### Problem description
Show each line in the listing below that contains the word "tank".

######

import { lineEver } from './evidence.ts';
import type { Finding, Rule } from './finding.ts';

/** ISO 4413 (paraphrased): an accumulator must vent by itself or be isolated positively, else it carries a warning. */
export const undischargedAccumulator: Rule = ({ net, table }) =>
  net.accumulators.flatMap((store): Finding[] => {
    if (store.line >= net.shown || lineEver(table, store.line, 'flows to tank', 'vented')) return [];
    const part = net.parts[store.part];
    return [
      {
        rule: 'undischarged-accumulator',
        level: 'danger',
        title: `Nothing discharges ${part?.label ?? ''}`,
        what: 'No combination opens this accumulator to tank: it keeps its line under pressure after the stop.',
        remedy:
          'Usual remedy: a discharge valve that opens when power goes, or a hand valve to isolate and one to discharge it, and a warning on the machine and the diagram. Follow ISO 4413, the machine’s documents and local codes.',
        parts: part ? [part.id] : [],
        lines: [store.line],
        rows: [],
        rowCount: 0,
      },
    ];
  });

######

### Exercise solution
    if (store.line >= net.shown || lineEver(table, store.line, 'flows to tank', 'vented')) return [];
        what: 'No combination opens this accumulator to tank: it keeps its line under pressure after the stop.',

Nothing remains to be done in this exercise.